Richard Higgins, one of the last survivors of the attack on Pearl Harbor, dies

Richard C. “Dick” Higgins, one of the few survivors of the Japanese attack on Pearl Harbor, died of natural causes this Tuesday at his home in Bend, Oregon, according to his granddaughter Angela Norton. The man was 102 years old.

Higgins was born on July 24, 1921, on a farm near Mangum, Oklahoma. He joined the Navy in 1939 and retired 20 years later. He then became an aeronautical engineer for Northrop Corporation and other defense contractors. He also worked on the B-2 stealth bomber, according to his granddaughter, who described her grandfather as “a humble and kind man who frequently visited schools to tell stories about Pearl Harbor, World War II and the Great Depression.”

His wife, Winnie Ruth, died in 2004 at the age of 82. They had been married for sixty years. Through his grandfather, Norton explained that he wanted to teach people history so they wouldn’t repeat it. “It was never about him. The heroes were the ones who didn’t come home“he added.

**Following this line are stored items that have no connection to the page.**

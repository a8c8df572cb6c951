#!/usr/bin/python3
"""Golden posterior probabilities that one arm beats the other, for
test.Compare.

Writes testdata/test_bayes.tsv with rows
  a1 b1 a2 b2 ln P(p1 > p2) ln P(p2 > p1) E[max(p2-p1,0)] E[max(p1-p2,0)]
for p1 ~ Beta(a1, b1), p2 ~ Beta(a2, b2) independent (posterior shapes).

Method (independent of the Go code, which uses beta-negative-binomial
sums from the mode with early stopping, a closed form for the losses and
Gauss-Legendre panels): mpmath at 40 digits, the double integral reduced
to one dimension, P(p1 > p2) = integral f2(x) (1 - I_x(a1, b1)) dx, by
tanh-sinh quadrature (mpmath.quad) split every standard deviation of p2 over
+-40 standard deviations, with I_x from mpmath.betainc(regularized=True);
P(p2 > p1) by the same integral with the arms exchanged (not as a
complement); the expected losses as integrals of f2(x) E[max(x - p1, 0)]
with E[max(x - p1, 0)] = x I_x(a1, b1) - m1 I_x(a1 + 1, b1).

Run from the repository root (about 15 minutes on a busy machine):
    /usr/bin/python3 testdata/gen/test_bayes.py

With the argument "bound" it writes testdata/test_bayes_bound.tsv instead:
the probability that each of k arms is best (k = 2 gives P(p1 > p2) and
P(p2 > p1)), for invented posteriors with no integer shape, from shapes of
0.1 to totals of 1e5, for test.Compare's and test.ProbBest's trapezoidal
rule and its error bound. Rows
  k a_1 b_1 ... a_k b_k ln P(arm 1 best) ... ln P(arm k best)
Method (independent of the Go code, which sums a trapezoidal rule with
internal/beta's continued fractions): mpmath at 40 digits, P(arm j best) =
integral g_j(t) prod_{i != j} F_i(t) dt over the log-odds t, g the density
of the log-odds, by tanh-sinh quadrature (mpmath.quad) split at every
standard deviation of each arm within 24 of its mode and at widening steps
into the tails, the window reaching e^-60 of every integrand's exponential
tails, each integrand scaled by its largest value at the split points so
that mpmath's absolute tolerance is relative; F_i(t) = I_x(a, b) from the
hypergeometric series I_x(a, b) = x^a (1-x)^b / (a B(a, b)) 2F1(a+b, 1;
a+1; x) (DLMF 8.17.8, recalled; checked here against mpmath.betainc at
small shapes before any row is written; see logcdf for which tail and how).
About an hour on a busy machine:
    /usr/bin/python3 testdata/gen/test_bayes.py bound
"""
import datetime
import sys

import mpmath

mpmath.mp.dps = 40

CASES = [
    (1001, 1, 1000, 2),        # 1000/1000 vs 999/1000, uniform priors
    (4, 8, 8, 6),              # 3/10 vs 7/12, uniform
    (3.5, 7.5, 7.5, 5.5),      # 3/10 vs 7/12, Jeffreys
    (51, 51, 41, 61),          # 50/100 vs 40/100, uniform
    (50.5, 50.5, 40.5, 60.5),  # Jeffreys
    (1, 1001, 6, 996),         # 0/1000 vs 5/1000, uniform
    (0.5, 1000.5, 5.5, 995.5), # Jeffreys
    (2.25, 9.75, 3.75, 11.25), # informative non-integer
    (901, 101, 881, 121),      # 900/1000 vs 880/1000, uniform
    (120.5, 880.5, 100.5, 900.5),
]


def ibeta(a, b, x):
    return mpmath.betainc(a, b, 0, x, regularized=True)


def logpdf(a, b, x):
    # (a-1) ln x and (b-1) ln(1-x), each omitted when its exponent is 0, so
    # that an end point of the range gives the density's limit, not 0 * inf
    v = mpmath.loggamma(a + b) - mpmath.loggamma(a) - mpmath.loggamma(b)
    if a != 1:
        v += (a - 1) * mpmath.log(x)
    if b != 1:
        v += (b - 1) * mpmath.log1p(-x)
    return v


def pts(a, b):
    m = a / (a + b)
    sd = mpmath.sqrt(a * b / ((a + b) ** 2 * (a + b + 1)))
    p = {mpmath.mpf(0), mpmath.mpf(1)}
    for j in range(-40, 41):
        x = m + j * sd
        if 0 < x < 1:
            p.add(x)
    return sorted(p)


def integ(a2, b2, g):
    return mpmath.quad(lambda x: mpmath.exp(logpdf(a2, b2, x)) * g(x), pts(a2, b2))


def main():
    rows = []
    for a1, b1, a2, b2 in CASES:
        A1, B1, A2, B2 = (mpmath.mpf(v) for v in (a1, b1, a2, b2))
        m1, m2 = A1 / (A1 + B1), A2 / (A2 + B2)
        p12 = integ(A2, B2, lambda x: 1 - ibeta(A1, B1, x))
        p21 = integ(A1, B1, lambda x: 1 - ibeta(A2, B2, x))
        loss1 = integ(A2, B2, lambda x: x * ibeta(A1, B1, x) - m1 * ibeta(A1 + 1, B1, x))
        loss2 = integ(A1, B1, lambda x: x * ibeta(A2, B2, x) - m2 * ibeta(A2 + 1, B2, x))
        rows.append("%r\t%r\t%r\t%r\t%s\t%s\t%s\t%s" % (a1, b1, a2, b2, mpmath.nstr(mpmath.log(p12), 25),
                    mpmath.nstr(mpmath.log(p21), 25), mpmath.nstr(loss1, 25), mpmath.nstr(loss2, 25)))
    with open("testdata/test_bayes.tsv", "w") as f:
        f.write("# P(p1 > p2) for independent Beta posteriors: a1 b1 a2 b2 ln P(p1>p2) ln P(p2>p1) loss_first loss_second\n")
        f.write("# generator: /usr/bin/python3 testdata/gen/test_bayes.py (40-digit tanh-sinh quadrature of betainc)\n")
        f.write("# tool: mpmath %s; date %s\n" % (mpmath.__version__, datetime.date.today()))
        for r in rows:
            f.write(r + "\n")


# Invented posteriors (shapes as after invented counts under Jeffreys or
# informative priors), none with an integer shape.
BOUND_CASES = [
    [(0.1, 0.1), (0.1, 0.1)],
    [(0.1, 0.9), (0.3, 0.7)],
    [(0.25, 0.75), (0.75, 0.25)],
    [(0.5, 0.5), (0.5, 10.5)],
    [(0.5, 20.5), (3.5, 17.5)],
    [(0.99, 3.01), (2.5, 1.5)],
    [(1.5, 0.5), (0.5, 1.5)],
    [(0.5, 1000.5), (5.5, 995.5)],
    [(0.9, 2000.1), (1500.3, 500.7)],
    [(300.5, 700.5), (700.5, 300.5)],
    [(4900.5, 5100.5), (5100.5, 4900.5)],
    [(0.5, 40000.5), (12.5, 39988.5)],
    [(50.5, 49950.5), (70.5, 49930.5)],
    [(24000.5, 26000.5), (25000.5, 25000.5)],
    [(0.5, 49999.5), (0.7, 49999.3)],
    [(0.5, 10.5), (2.5, 8.5), (5.5, 5.5)],
    [(12.5, 88.5), (30.5, 70.5), (25.5, 95.5), (20.5, 80.5)],
    [(0.1, 5.1), (0.3, 0.9), (1.7, 0.2)],
    [(500.5, 9500.5), (520.5, 9480.5), (480.5, 9520.5), (510.5, 9490.5), (300.5, 9700.5)],
    [(0.5, 3000.5), (2.5, 2998.5), (0.5, 3000.5), (6.5, 2994.5), (1.5, 2999.5), (0.5, 3000.5)],
]


def lbeta(a, b):
    return mpmath.loggamma(a) + mpmath.loggamma(b) - mpmath.loggamma(a + b)


def series(a, b, x):
    """sum_n (a+b)_n / (a+1)_n x^n, the positive series of 2F1(a+b, 1; a+1; x)."""
    total, t, n = mpmath.mpf(1), mpmath.mpf(1), 0
    while True:
        r = (a + b + n) * x / (a + 1 + n)
        t *= r
        total += t
        n += 1
        rmax = max(r, x)
        if rmax < 1 and t * rmax / (1 - rmax) < mpmath.mpf(10) ** -45 * total:
            return total


def logcdf(a, b, x, y):
    """ln I_x(a, b), y = 1 - x, by the series of DLMF 8.17.8: summed term
    by term for the lower tail where its ratios start below 0.9 and x <
    0.99, for the upper tail (I_y(b, a), then the complement) where those
    hold with x and y exchanged, the tail of the smaller argument first;
    elsewhere (near the mode) by mpmath.hyp2f1 at whichever of x, y is at
    most 1/2, then the complement if needed, which must leave at least
    1e-20 (20 of the 40 digits)."""
    pre = a * mpmath.log(x) + b * mpmath.log(y) - lbeta(a, b)
    lo_ok = (a + b) * x / (a + 1) < 0.9 and x < 0.99
    up_ok = (a + b) * y / (b + 1) < 0.9 and y < 0.99
    for which in ((0, 1) if x <= 0.5 else (1, 0)):
        if which == 0 and lo_ok:
            return pre - mpmath.log(a) + mpmath.log(series(a, b, x))
        if which == 1 and up_ok:
            return mpmath.log(-mpmath.expm1(pre - mpmath.log(b) + mpmath.log(series(b, a, y))))
    if x <= 0.5:
        return pre - mpmath.log(a) + mpmath.log(mpmath.hyp2f1(a + b, 1, a + 1, x))
    v = -mpmath.expm1(pre - mpmath.log(b) + mpmath.log(mpmath.hyp2f1(a + b, 1, b + 1, y)))
    assert v > mpmath.mpf(10) ** -20, (a, b, x, v)
    return mpmath.log(v)


def check_series():
    for a, b, x in [(0.1, 0.9, "0.01"), (0.1, 0.9, "0.6"), (3.5, 7.5, "0.3"), (3.5, 7.5, "0.8"), (0.5, 20.5, "0.001"), (12.5, 88.5, "0.2"),
                    (12.5, 88.5, "0.125"), (150.5, 80.5, "0.66"), (150.5, 80.5, "0.5"), (0.5, 1000.5, "0.0001"), (5.5, 0.3, "0.9"),
                    (0.1, 0.1, "0.999"), (0.1, 0.1, "0.001"), (25.5, 30.5, "0.45"), (25.5, 30.5, "0.55")]:
        a, b, x = mpmath.mpf(a), mpmath.mpf(b), mpmath.mpf(x)
        want = mpmath.log(mpmath.betainc(a, b, 0, x, regularized=True))
        got = logcdf(a, b, x, 1 - x)
        assert abs(got - want) < mpmath.mpf(10) ** -35 * max(1, abs(want)), (a, b, x, got, want)


def best(arms):
    arms = [(mpmath.mpf(a), mpmath.mpf(b)) for a, b in arms]
    k = len(arms)
    memo = {}

    def parts(t):
        v = memo.get(t)
        if v is None:
            x, y = 1 / (1 + mpmath.exp(-t)), 1 / (1 + mpmath.exp(t))
            lg = [a * mpmath.log(x) + b * mpmath.log(y) - lbeta(a, b) for a, b in arms]
            lF = [logcdf(a, b, x, y) for a, b in arms]
            v = (lg, lF, sum(lF))
            memo[t] = v
        return v

    def logf(j, t):
        lg, lF, s = parts(t)
        return lg[j] + s - lF[j]

    pts = set()
    A = sum(a for a, _ in arms)
    for a, b in arms:
        m, sd = mpmath.log(a / b), mpmath.sqrt(1 / a + 1 / b)
        for j in range(-24, 25):
            pts.add(m + j * sd)
        w = 24 * sd
        while w < 60 / A + 24 * sd or w < 60 / b + 24 * sd:
            w *= 1.5
            pts.add(m - w)
            pts.add(m + w)
    lo = min(pts) - 60 / A
    hi = max(pts) + 60 / min(b for _, b in arms)
    pts = sorted(p for p in pts if lo <= p <= hi) + []
    pts = [lo] + pts + [hi]
    out = []
    for j in range(k):
        c = max(logf(j, t) for t in pts)
        q = mpmath.quad(lambda t: mpmath.exp(logf(j, t) - c), pts)
        out.append(c + mpmath.log(q))
    return out


def bound():
    check_series()
    rows = []
    for arms in BOUND_CASES:
        lp = best(arms)
        f = [str(len(arms))] + ["%r\t%r" % ab for ab in arms] + [mpmath.nstr(v, 25) for v in lp]
        rows.append("\t".join(f))
        print(rows[-1], flush=True)
    with open("testdata/test_bayes_bound.tsv", "w") as f:
        f.write("# probability that each arm is best, independent Beta posteriors without integer shapes (invented): k a_1 b_1 ... a_k b_k ln P(arm 1 best) ... ln P(arm k best)\n")
        f.write("# generator: /usr/bin/python3 testdata/gen/test_bayes.py bound (40-digit tanh-sinh quadrature in the log-odds, incomplete beta by its hypergeometric series)\n")
        f.write("# tool: mpmath %s; date %s\n" % (mpmath.__version__, datetime.date.today()))
        for r in rows:
            f.write(r + "\n")


if len(sys.argv) > 1 and sys.argv[1] == "bound":
    bound()
else:
    main()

Higgins leaves behind two children, two grandchildren and four great-grandchildren. The family plans to hold a funeral Thursday at a church in Bend, followed by a ceremony with full military honors. His body is later flown to California, where he is buried next to his wife.

Higgins was a Radio telegrapher assigned to a patrol seaplane squadron stationed at Naval Base Hawaii when Japanese aircraft began dropping bombs on the morning of December 7, 1941. In an oral interview in 2008, he recounted how he was in his bunk on a screened porch on the third floor of his barracks when the bombing began. “I jumped out of my bunk and ran to the edge of the terrace, and just as I got there, a plane flew right over the barracks,” he explained in the interview at the time, which was conducted by the National Museum of the Pacific War in Fredericksburg. (in Texas).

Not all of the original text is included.